An exercise program should include:

5-10 minutes of warm-up exercise like stretching
  • 30-60 minute aerobic (cardio) that might include an activity like running, walking, bicycling or swimming.

  • 5-10 minutes of cooling down such as stretching

  • Strength training exercises at least three times a week
Here are a few key points to remember:
  • Endurance exercise is the best type of exercise to get your body burning fat. As your fitness level improves, your body is able to burn greater amounts of fat.

  • Exercise burns calories. If you walked 40-60 minutes or jogged 30 minutes you would burn about 300-500 calories. If you did this three times a week, you would lose about a pound of fat in three weeks simply by exercising.

  • If you combine exercise with a reduction in calories you will lose weight quicker.
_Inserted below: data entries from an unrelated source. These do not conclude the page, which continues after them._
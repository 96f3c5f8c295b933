"""`snrkit precision` command (snrkit.cli.precision): output layout, JSON and exit codes.

These tests check CLI conventions (DEVELOPERS.md), not physics values; the physics
of the precision model is checked against its sources in test_photons_precision.py.
"""

import argparse
import json

import pytest

from snrkit.cli import precision as cmd
from snrkit.errors import InputError, UnknownKeyError
from snrkit.photons.precision import SaturationWarning
from snrkit.io.tables import data_path

CEDAR = str(data_path("demo", "cedar.toml"))
ALDER = str(data_path("demo", "alder.toml"))


def run_cmd(capsys, *argv):
    p = argparse.ArgumentParser()
    cmd.add_parser(p)
    rc = cmd.run(p.parse_args(list(argv)))
    out, err = capsys.readouterr()
    return rc, out, err


def test_json_per_planet(capsys):
    rc, out, _ = run_cmd(capsys, CEDAR, "--mode", "cold6m-xdisp-medres", "--resolution", "50",
                         "--transits", "3", "--json")
    assert rc == 0
    doc = json.loads(out)
    assert doc["mode"] == "cold6m-xdisp-medres" and doc["transits"] == 3
    assert [p["name"] for p in doc["planets"]] == ["Cedar b", "Cedar c"]
    for p in doc["planets"]:
        for key in ("mode", "saturated", "groups_per_integration", "duty_cycle",
                    "wavelength_um", "noise_ppm_per_transit"):
            assert key in p
        assert p["saturated"] is False
        assert len(p["wavelength_um"]) == len(p["noise_ppm_per_transit"]) > 10
        assert set(p["noise_budget_ppm"]) == {"photon", "background", "dark", "read", "floor"}
        assert 0 < p["duty_cycle"] < 1


def test_table_and_plot(capsys, tmp_path):
    png = tmp_path / "noise.png"
    rc, out, _ = run_cmd(capsys, ALDER, "--mode", "space2.4m-grism-scan", "--plot", str(png))
    assert rc == 0
    assert "readout: scan" in out and "median budget per transit" in out and "lambda_um" in out
    assert png.read_bytes()[:8] == b"\x89PNG\r\n\x1a\n"


def test_too_bright_star_is_flagged(capsys, tmp_path):
    text = data_path("demo", "alder.toml").read_text().replace("J = 10.27", "J = 5.00")
    assert "J = 5.00" in text
    p = tmp_path / "bright.toml"
    p.write_text(text)
    with pytest.warns(SaturationWarning, match="too bright"):
        rc, out, _ = run_cmd(capsys, str(p), "--mode", "cold6m-prism-lowres", "--json")
    assert rc == 0
    planet = json.loads(out)["planets"][0]
    assert planet["saturated"] is True and planet["star_too_bright"] is True
    assert planet["saturation_limit_mag"] > 10
    assert None in planet["noise_ppm_per_transit"]          # saturated bins carry no noise
    with pytest.warns(SaturationWarning):
        rc, out, _ = run_cmd(capsys, str(p), "--mode", "cold6m-prism-lowres")
    assert "SATURATED" in out


def test_bad_arguments(capsys):
    with pytest.raises(UnknownKeyError, match="cold6m-prism-lowres"):
        run_cmd(capsys, CEDAR, "--mode", "nonesuch")
    with pytest.raises(InputError, match="--transits"):
        run_cmd(capsys, CEDAR, "--mode", "cold6m-prism-lowres", "--transits", "0")
    with pytest.raises(InputError, match="mode"):
        run_cmd(capsys, CEDAR)


def test_command_through_cli_main(capsys, monkeypatch):
    # Exit codes and one JSON object through the real entry point; the command is registered
    # here in case snrkit.cli.entry.COMMANDS does not list it yet.
    from snrkit.cli import entry as cli
    monkeypatch.setitem(cli.COMMANDS, "precision",
                        ("precision", "per-bin transit-depth precision for an instrument mode"))
    assert cli.main(["precision", CEDAR, "--mode", "nonesuch"]) == 2
    _, err = capsys.readouterr()
    assert err.startswith("error: mode") and "cold6m-prism-lowres" in err
    assert cli.main(["precision", CEDAR, "--mode", "cold6m-xdisp-medres", "--json"]) == 0
    out, _ = capsys.readouterr()
    assert json.loads(out)["mode"] == "cold6m-xdisp-medres"     # exactly one JSON object


def test_limits_command(capsys):
    # `snrkit limits` reports the helper's numbers (checked against the saturation
    # rule in test_photons_precision.py); the scan mode has no bright limit.
    from snrkit.cli.entry import main
    from snrkit.photons.targets import limiting_magnitudes
    rc = main(["limits", "--mode", "cold6m-prism-lowres", "--mode", "space2.4m-grism-scan",
               "--teff", "3300", "--json"])
    assert rc == 0
    rows = json.loads(capsys.readouterr().out)["modes"]
    ref = limiting_magnitudes("cold6m-prism-lowres", 3300.0, "J")
    assert rows[0]["saturation_mag"] == pytest.approx(ref["saturation_mag"])
    assert rows[1]["saturation_mag"] is None
    assert main(["limits", "--mode", "nope", "--teff", "3300"]) == 2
By only cutting out 100 calories (one cookie) and exercising three times a week, you could lose one pound in two weeks or 20-30 pounds a year.

  • Exercising before a meal will help decrease your appetite.

  • Don't eat before exercising. After you eat, blood is diverted to your stomach to digest your food. That reduces the amount of blood and oxygen that's available to other muscles. The exception would be a diabetic who might have a small snack since exercise reduces the blood sugar.

  • Drink lots of water! Living in Phoenix, Arizona I've learned about this. We have to drink even more water than other parts of the country because of the desert and no humidity. Drink water before, during and even after exercising.

  • Wear the right clothes when you exercise. Wear loose fitting clothing in hot weather. In cold temperatures, be sure to protect your head to help contain body heat. Layered clothing is great because then you can peel off layers after warming up.

  • To get the most benefit, exercise on a regular basis. Did you know that once you stop exercising consistently, half of your endurance improvement is lost within 12 weeks? After all that hard work, don't lose the benefits you've gained.

So, hang in there and let's encourage one another as we focus on the goal. Establishing habits that you can live with for the long term is so important.

If you have any other pointers or simply want to offer encouragement, I hope you'll leave a comment.

And don't forget to visit Sandy at God Speaks Today. Sandy's the originator of Fitness Friday's and she's going to offer you a challenge. She also has a few tips to help you establish exercise as a habit.

QuickEdit
Debbie Petras
10 Comments
Share This Post :

You Might Also Like

10 comments:

  1. With self awareness and attention to what your body and mind are really telling you, you can prevent yourself from eating for the wrong reasons.And that is one step closer to achieving quick weight loss the sensible way.

    ReplyDelete
  2. Debbie:

    Love your tips. Basics are so very important. The only thing I would add is that you want to warm up your muscles a bit before you stretch. I like to do about 5 minutes of cardio, then stretch, then do my real work out. This will minimize injuries. There's nothing worse than getting all geared up to finally work out and then pulling a muscle. :)

    Have a fabulous day!!
    Sandy

    ReplyDelete
  3. Debbie,
    You are right on when you said that health is establishing a set of good habits that you can live with. You always give sage advice and this post is a great example. Thanks. OX

    ReplyDelete
  4. Thanks for the reminder of the basics.

    You know I am going to be thinking about you today!!!

    ReplyDelete
  5. Thanks Debbie..
    I am always hungry and tired after exercising..why is that?? I do drink as I go. Water that is. Sometimes I like to have a protein shake w/in an hour after a work out. Helps in building muscles.
    Thanks!

    ReplyDelete
  6. Dear Debbie,
    I am struggling with my overweight.
    15-20 pounds (10 kilos). They clings to my body like a scared child. They will not leave.
    I do not exercise hard, but I exercise long..That is when I'm out hiking, I'm usually outdoors for four hours.
    I use olive oil instead of fat, (have done so for 15 years),I hardly use white sugar at all.
    I do however chew a lot of Wrigley's Extra with artificial sweetening, xylitiol, sorbitol and more.
    Can this be the reason why these pounds will not go??
    I started chewing gum when I stopped smoking some twelve years ago. (Might be longer, I actually don't remember).
    My doc said something about nicotine having had an influence on the metabolism.
    I would so like a formula to get rid of the overweight.

    Yours truly Felisol

    ReplyDelete
  7. Thank you Debbie for reminding us that good state of mind needs good health!

    ReplyDelete
  8. Felisol:

    I wanted to comment on your question to Debbie...though I'm sure she will have a more wonderful response than this. :)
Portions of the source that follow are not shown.